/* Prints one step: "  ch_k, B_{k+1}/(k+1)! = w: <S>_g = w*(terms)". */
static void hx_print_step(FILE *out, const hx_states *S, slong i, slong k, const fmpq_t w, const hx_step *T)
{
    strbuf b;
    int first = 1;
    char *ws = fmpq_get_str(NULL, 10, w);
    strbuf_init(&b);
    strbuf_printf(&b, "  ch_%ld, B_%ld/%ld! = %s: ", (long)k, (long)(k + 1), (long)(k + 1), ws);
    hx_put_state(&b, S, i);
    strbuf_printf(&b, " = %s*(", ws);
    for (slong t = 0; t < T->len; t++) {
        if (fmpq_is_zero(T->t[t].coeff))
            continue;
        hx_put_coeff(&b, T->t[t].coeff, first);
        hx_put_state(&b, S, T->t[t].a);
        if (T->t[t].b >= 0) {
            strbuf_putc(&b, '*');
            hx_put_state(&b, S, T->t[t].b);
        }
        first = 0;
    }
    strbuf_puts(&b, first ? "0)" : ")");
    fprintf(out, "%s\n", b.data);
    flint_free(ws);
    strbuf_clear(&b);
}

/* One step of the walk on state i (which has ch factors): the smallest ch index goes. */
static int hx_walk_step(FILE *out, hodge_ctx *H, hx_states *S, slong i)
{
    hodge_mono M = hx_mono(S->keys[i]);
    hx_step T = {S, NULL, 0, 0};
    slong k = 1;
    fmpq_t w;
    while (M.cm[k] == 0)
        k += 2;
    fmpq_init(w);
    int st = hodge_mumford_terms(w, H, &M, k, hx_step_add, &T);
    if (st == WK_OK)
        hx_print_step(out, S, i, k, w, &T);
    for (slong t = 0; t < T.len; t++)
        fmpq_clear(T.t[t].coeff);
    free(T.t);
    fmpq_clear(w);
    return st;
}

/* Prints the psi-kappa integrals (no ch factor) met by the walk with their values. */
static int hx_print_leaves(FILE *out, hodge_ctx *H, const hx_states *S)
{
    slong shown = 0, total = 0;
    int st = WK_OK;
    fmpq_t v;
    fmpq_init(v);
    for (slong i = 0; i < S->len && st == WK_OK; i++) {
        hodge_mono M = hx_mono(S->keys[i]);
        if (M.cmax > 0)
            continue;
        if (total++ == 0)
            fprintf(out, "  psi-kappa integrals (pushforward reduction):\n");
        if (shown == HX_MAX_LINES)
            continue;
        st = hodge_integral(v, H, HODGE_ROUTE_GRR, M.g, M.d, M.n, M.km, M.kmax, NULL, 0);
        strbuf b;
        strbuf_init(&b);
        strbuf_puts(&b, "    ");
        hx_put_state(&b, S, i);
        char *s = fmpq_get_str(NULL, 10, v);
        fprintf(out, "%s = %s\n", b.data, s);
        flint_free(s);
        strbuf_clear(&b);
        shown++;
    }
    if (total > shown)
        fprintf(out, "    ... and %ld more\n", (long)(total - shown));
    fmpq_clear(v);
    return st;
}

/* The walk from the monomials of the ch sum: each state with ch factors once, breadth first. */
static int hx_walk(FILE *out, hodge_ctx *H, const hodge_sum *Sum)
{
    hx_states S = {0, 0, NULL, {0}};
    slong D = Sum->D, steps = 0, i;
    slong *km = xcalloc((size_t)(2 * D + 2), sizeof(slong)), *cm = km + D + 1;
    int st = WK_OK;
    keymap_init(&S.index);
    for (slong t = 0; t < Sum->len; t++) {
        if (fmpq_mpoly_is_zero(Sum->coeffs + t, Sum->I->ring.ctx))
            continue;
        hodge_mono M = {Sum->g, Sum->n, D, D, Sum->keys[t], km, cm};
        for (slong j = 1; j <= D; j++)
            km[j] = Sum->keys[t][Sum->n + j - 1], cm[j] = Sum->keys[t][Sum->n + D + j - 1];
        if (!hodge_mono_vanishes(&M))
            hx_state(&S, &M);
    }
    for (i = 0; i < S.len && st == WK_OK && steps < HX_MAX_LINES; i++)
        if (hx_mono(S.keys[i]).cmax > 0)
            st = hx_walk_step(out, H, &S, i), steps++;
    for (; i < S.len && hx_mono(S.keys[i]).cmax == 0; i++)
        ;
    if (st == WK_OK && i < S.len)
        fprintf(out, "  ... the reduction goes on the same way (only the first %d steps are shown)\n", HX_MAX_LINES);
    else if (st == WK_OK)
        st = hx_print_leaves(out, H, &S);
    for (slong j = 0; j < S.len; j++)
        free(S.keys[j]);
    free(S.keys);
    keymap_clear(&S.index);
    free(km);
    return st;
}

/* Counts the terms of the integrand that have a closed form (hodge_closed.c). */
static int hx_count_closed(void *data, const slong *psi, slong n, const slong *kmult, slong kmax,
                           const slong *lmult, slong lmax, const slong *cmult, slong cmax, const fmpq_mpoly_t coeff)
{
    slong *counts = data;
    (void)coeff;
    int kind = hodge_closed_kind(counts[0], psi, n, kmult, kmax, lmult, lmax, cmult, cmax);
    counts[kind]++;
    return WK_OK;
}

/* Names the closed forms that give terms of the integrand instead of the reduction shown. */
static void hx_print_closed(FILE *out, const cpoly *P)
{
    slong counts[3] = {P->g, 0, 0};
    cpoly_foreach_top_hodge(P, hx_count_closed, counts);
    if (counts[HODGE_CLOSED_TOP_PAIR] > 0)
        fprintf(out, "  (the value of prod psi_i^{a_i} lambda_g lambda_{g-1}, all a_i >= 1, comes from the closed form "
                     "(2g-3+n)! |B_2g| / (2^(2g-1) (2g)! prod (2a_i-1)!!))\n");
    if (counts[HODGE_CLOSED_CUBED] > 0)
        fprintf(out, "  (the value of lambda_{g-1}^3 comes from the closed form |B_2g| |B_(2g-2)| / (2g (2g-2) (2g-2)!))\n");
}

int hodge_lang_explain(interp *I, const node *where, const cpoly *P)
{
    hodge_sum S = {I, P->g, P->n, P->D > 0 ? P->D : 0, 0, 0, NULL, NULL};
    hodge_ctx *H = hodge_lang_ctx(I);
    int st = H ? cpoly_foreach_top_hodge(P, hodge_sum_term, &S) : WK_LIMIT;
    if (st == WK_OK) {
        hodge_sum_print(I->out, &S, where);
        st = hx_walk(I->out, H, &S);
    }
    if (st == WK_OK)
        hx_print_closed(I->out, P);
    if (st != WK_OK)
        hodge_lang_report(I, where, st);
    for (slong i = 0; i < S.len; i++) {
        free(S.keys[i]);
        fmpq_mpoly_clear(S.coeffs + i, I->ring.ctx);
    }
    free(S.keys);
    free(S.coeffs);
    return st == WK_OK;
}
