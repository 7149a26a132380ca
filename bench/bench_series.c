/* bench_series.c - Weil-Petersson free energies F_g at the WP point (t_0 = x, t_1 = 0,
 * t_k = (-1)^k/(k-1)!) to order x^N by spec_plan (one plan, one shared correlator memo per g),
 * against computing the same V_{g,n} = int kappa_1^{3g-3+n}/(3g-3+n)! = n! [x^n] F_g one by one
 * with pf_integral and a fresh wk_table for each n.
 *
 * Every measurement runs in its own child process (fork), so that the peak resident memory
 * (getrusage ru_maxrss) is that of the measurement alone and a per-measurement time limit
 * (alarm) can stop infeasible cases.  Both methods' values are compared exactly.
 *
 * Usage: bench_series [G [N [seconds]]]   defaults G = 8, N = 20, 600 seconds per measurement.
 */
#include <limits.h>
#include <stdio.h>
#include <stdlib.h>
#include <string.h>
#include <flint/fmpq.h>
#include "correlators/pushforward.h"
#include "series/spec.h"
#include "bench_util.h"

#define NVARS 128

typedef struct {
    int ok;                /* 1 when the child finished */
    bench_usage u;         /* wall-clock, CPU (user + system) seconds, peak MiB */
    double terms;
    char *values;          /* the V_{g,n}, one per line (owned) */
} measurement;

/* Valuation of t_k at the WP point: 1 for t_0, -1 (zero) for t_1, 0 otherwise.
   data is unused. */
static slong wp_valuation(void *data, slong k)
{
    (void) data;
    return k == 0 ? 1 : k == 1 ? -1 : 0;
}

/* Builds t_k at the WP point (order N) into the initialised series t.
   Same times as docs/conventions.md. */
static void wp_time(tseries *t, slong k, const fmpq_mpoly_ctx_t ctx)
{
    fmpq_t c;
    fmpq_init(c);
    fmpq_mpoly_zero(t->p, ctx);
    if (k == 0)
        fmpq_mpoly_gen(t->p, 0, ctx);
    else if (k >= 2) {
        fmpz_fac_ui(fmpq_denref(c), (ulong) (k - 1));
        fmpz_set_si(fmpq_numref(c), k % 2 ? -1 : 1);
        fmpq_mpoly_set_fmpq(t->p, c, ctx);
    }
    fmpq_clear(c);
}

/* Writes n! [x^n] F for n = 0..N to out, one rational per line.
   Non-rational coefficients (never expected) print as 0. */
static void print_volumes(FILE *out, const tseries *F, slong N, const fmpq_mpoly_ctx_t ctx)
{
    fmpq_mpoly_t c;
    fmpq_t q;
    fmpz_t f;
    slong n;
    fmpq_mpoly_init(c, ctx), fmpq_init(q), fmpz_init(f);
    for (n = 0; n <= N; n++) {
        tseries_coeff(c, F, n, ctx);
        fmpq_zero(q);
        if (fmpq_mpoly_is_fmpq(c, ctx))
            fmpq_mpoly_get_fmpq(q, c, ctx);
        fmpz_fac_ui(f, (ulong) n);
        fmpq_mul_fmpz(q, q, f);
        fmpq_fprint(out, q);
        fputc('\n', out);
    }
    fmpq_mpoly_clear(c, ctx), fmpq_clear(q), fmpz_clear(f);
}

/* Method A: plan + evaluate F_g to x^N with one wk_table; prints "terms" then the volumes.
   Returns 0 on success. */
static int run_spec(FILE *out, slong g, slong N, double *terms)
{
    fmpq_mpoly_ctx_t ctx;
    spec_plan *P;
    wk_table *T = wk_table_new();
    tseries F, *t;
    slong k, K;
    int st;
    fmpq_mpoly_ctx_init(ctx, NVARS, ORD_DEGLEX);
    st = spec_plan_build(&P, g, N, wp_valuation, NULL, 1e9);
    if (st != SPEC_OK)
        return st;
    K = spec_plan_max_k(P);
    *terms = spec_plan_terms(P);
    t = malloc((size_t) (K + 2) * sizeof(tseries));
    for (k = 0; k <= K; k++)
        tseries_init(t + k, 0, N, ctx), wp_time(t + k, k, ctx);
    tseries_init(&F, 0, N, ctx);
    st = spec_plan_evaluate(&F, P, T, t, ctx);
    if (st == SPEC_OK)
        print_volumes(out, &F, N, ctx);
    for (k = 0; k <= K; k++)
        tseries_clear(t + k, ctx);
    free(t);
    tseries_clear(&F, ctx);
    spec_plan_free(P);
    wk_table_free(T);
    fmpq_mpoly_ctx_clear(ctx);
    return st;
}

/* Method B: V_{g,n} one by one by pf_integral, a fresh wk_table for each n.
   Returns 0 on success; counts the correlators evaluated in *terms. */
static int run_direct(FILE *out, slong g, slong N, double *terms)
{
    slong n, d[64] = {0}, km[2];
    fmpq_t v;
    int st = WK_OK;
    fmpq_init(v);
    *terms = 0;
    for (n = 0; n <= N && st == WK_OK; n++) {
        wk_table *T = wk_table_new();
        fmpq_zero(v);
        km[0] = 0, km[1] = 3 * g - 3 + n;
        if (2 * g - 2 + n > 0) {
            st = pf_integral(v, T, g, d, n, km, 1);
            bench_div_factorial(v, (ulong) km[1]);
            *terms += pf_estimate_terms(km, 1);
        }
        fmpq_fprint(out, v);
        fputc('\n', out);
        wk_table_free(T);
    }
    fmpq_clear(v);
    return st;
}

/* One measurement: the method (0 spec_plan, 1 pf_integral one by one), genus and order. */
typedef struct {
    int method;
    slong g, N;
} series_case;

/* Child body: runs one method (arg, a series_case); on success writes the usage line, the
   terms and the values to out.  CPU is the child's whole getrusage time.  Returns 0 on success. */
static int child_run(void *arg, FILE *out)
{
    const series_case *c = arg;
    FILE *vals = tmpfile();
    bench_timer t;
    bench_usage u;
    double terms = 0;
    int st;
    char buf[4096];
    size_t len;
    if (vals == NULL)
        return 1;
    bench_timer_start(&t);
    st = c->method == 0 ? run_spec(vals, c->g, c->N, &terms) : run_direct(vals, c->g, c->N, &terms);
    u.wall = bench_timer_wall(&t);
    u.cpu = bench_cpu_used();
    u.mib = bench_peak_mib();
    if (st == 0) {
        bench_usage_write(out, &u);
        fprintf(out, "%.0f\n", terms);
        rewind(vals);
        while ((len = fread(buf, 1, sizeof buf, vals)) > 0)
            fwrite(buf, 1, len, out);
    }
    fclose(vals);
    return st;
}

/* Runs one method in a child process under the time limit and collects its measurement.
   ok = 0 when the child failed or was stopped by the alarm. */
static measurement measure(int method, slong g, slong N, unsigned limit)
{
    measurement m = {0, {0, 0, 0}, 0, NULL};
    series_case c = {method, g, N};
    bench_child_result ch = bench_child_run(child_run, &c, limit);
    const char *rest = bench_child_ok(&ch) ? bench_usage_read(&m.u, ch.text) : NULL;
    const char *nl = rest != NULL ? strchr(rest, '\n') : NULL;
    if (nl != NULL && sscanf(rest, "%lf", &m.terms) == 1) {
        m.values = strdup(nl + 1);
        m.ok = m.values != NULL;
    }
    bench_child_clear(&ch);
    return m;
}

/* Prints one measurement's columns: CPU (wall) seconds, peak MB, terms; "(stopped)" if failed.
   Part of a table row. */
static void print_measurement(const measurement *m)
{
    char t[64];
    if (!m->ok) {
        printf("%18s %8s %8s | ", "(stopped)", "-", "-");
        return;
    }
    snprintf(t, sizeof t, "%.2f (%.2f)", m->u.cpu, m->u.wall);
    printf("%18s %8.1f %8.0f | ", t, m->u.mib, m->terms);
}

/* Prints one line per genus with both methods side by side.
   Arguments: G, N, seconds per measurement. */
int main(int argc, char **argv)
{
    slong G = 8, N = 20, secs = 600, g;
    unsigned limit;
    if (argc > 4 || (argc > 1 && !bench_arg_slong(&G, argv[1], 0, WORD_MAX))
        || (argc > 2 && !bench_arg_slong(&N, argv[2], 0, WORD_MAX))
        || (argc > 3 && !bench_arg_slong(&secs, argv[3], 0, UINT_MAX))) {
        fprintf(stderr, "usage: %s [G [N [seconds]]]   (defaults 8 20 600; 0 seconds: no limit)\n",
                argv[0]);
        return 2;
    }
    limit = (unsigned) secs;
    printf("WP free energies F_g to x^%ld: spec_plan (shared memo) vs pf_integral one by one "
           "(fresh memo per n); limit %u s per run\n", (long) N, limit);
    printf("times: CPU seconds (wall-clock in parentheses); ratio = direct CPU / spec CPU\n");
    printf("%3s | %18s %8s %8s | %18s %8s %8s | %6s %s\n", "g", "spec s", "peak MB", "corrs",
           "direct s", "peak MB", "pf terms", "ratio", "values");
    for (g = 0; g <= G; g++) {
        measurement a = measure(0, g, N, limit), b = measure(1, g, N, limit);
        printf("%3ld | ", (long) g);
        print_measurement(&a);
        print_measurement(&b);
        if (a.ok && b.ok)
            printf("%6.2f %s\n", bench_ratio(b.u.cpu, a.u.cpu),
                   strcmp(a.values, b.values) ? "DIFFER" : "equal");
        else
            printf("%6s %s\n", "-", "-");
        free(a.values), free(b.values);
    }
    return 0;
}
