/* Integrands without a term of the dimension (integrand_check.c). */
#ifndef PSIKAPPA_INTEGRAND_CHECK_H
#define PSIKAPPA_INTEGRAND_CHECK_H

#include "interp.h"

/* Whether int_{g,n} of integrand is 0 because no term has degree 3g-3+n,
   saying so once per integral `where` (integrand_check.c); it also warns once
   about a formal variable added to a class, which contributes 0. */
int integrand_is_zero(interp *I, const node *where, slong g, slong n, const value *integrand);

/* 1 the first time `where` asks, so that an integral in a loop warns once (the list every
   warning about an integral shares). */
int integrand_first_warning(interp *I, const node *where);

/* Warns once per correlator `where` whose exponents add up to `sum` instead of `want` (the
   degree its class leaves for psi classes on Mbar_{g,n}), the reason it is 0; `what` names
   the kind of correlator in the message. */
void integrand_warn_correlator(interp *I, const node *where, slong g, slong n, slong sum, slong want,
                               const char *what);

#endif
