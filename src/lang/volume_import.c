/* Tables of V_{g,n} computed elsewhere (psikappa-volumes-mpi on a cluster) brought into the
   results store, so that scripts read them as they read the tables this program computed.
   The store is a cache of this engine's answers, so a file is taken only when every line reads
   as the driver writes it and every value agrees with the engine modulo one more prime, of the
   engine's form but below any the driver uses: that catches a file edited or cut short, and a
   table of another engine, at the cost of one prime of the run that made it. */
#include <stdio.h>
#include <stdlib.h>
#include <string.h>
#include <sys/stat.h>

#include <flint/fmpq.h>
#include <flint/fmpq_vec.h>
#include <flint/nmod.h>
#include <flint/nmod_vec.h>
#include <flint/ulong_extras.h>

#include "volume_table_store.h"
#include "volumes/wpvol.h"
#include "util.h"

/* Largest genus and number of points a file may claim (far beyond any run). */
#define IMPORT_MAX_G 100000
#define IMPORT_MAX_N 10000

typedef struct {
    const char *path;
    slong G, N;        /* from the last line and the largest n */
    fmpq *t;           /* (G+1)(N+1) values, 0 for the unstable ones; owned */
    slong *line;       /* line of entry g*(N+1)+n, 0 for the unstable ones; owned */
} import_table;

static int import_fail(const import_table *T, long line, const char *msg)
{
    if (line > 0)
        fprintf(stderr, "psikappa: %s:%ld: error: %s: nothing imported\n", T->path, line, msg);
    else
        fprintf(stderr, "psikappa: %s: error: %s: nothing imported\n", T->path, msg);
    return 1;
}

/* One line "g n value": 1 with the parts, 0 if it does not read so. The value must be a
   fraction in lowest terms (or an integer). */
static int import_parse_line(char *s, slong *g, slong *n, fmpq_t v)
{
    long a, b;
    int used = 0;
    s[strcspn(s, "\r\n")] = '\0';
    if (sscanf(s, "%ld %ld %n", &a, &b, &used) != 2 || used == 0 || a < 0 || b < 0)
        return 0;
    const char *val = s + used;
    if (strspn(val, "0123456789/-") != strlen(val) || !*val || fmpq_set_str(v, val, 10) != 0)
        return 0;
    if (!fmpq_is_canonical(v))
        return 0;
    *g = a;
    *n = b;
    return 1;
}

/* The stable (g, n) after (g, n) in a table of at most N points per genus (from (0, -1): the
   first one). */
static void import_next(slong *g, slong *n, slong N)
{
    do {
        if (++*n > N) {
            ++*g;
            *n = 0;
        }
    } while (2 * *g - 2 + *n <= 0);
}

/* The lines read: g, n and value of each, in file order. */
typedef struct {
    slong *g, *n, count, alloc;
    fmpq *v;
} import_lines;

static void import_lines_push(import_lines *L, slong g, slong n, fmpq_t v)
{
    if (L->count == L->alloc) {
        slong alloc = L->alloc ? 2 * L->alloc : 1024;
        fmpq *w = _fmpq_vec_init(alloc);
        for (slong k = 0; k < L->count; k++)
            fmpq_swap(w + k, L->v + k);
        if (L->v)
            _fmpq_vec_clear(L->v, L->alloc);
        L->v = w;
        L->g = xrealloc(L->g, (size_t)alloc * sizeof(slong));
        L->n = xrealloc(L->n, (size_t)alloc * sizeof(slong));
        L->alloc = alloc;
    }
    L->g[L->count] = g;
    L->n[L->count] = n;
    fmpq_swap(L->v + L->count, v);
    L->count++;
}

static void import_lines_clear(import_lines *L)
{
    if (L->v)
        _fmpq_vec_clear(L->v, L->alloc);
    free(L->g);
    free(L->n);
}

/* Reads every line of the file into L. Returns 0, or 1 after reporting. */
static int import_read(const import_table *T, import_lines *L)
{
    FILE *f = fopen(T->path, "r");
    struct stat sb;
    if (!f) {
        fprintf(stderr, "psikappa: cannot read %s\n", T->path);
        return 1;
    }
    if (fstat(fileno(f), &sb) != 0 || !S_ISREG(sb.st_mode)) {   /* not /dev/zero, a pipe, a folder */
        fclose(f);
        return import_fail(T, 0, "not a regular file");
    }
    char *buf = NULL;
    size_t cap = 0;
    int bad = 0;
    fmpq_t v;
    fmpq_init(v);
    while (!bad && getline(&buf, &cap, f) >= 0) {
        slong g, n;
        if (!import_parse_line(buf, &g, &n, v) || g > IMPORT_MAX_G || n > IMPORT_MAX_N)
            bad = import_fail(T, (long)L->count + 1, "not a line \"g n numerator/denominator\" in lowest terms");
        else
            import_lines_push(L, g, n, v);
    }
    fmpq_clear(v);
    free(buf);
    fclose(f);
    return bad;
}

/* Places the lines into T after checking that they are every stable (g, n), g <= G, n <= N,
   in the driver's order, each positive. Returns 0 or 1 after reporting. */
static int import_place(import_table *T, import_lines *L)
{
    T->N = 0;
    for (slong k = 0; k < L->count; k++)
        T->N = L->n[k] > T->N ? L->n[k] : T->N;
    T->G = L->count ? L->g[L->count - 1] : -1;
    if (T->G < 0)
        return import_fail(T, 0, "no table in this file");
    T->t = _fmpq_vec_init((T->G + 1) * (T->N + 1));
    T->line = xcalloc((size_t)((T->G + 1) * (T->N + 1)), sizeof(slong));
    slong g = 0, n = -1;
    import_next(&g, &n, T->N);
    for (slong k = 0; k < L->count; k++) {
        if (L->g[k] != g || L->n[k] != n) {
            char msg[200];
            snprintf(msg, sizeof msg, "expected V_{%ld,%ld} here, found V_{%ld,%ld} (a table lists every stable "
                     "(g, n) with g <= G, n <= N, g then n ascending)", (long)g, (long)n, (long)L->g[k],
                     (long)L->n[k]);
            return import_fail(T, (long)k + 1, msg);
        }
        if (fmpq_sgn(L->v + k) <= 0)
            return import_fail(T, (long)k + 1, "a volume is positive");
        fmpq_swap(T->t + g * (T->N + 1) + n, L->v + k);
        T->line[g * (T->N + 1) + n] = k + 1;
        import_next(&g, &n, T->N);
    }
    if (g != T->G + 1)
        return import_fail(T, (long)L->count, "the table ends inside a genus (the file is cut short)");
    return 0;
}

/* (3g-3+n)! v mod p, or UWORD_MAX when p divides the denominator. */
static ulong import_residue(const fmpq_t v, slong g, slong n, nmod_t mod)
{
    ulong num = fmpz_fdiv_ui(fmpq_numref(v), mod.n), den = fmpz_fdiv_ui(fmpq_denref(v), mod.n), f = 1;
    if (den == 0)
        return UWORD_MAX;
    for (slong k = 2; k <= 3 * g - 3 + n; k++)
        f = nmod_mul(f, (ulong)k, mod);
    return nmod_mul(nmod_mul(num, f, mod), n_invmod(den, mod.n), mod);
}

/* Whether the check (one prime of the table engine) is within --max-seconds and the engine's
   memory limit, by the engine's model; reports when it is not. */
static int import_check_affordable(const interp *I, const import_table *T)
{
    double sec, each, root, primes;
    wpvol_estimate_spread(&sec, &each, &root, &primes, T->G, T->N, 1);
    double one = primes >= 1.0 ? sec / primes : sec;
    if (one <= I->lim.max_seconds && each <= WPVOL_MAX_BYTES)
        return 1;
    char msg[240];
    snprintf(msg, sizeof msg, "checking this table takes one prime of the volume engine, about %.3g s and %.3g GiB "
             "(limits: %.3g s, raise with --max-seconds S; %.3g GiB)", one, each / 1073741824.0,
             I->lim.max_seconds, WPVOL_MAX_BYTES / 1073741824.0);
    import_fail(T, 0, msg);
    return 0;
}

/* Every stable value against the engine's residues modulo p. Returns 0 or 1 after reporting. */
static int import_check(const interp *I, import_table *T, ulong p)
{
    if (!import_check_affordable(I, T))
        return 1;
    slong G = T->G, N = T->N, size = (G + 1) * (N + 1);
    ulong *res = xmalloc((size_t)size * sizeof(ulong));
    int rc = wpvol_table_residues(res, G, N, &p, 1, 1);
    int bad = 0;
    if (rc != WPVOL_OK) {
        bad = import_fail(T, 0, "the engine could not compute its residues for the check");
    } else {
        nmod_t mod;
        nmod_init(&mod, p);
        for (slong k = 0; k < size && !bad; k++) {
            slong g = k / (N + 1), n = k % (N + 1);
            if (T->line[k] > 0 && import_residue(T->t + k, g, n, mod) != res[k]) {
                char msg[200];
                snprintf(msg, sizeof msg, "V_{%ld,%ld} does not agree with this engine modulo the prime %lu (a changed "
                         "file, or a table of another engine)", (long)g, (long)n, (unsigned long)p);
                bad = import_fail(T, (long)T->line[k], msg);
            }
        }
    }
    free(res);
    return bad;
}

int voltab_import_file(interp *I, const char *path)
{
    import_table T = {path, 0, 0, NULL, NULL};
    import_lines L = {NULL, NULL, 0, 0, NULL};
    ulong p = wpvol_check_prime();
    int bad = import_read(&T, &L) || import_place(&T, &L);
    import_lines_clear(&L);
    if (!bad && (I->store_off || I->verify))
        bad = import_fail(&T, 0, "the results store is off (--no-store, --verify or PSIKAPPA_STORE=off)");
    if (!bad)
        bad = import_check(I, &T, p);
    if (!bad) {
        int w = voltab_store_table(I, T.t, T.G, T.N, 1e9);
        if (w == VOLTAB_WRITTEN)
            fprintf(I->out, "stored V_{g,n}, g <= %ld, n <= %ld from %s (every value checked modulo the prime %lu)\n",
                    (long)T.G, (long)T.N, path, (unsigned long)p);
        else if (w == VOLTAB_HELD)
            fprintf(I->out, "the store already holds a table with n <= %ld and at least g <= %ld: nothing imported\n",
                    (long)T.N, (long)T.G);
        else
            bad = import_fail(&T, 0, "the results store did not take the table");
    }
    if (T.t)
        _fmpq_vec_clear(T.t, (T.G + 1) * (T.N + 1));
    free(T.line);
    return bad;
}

WHAT YOU WILL DO:
Please copy the lines in the records above between the one holding "#include <sys/stat.h>" and the one holding "if (line > 0)", inclusive, exactly and with no other line.

WRITTEN ANSWER:
#include <sys/stat.h>

#include <flint/fmpq.h>
#include <flint/fmpq_vec.h>
#include <flint/nmod.h>
#include <flint/nmod_vec.h>
#include <flint/ulong_extras.h>

#include "volume_table_store.h"
#include "volumes/wpvol.h"
#include "util.h"

/* Largest genus and number of points a file may claim (far beyond any run). */
#define IMPORT_MAX_G 100000
#define IMPORT_MAX_N 10000

typedef struct {
    const char *path;
    slong G, N;        /* from the last line and the largest n */
    fmpq *t;           /* (G+1)(N+1) values, 0 for the unstable ones; owned */
    slong *line;       /* line of entry g*(N+1)+n, 0 for the unstable ones; owned */
} import_table;

static int import_fail(const import_table *T, long line, const char *msg)
{
    if (line > 0)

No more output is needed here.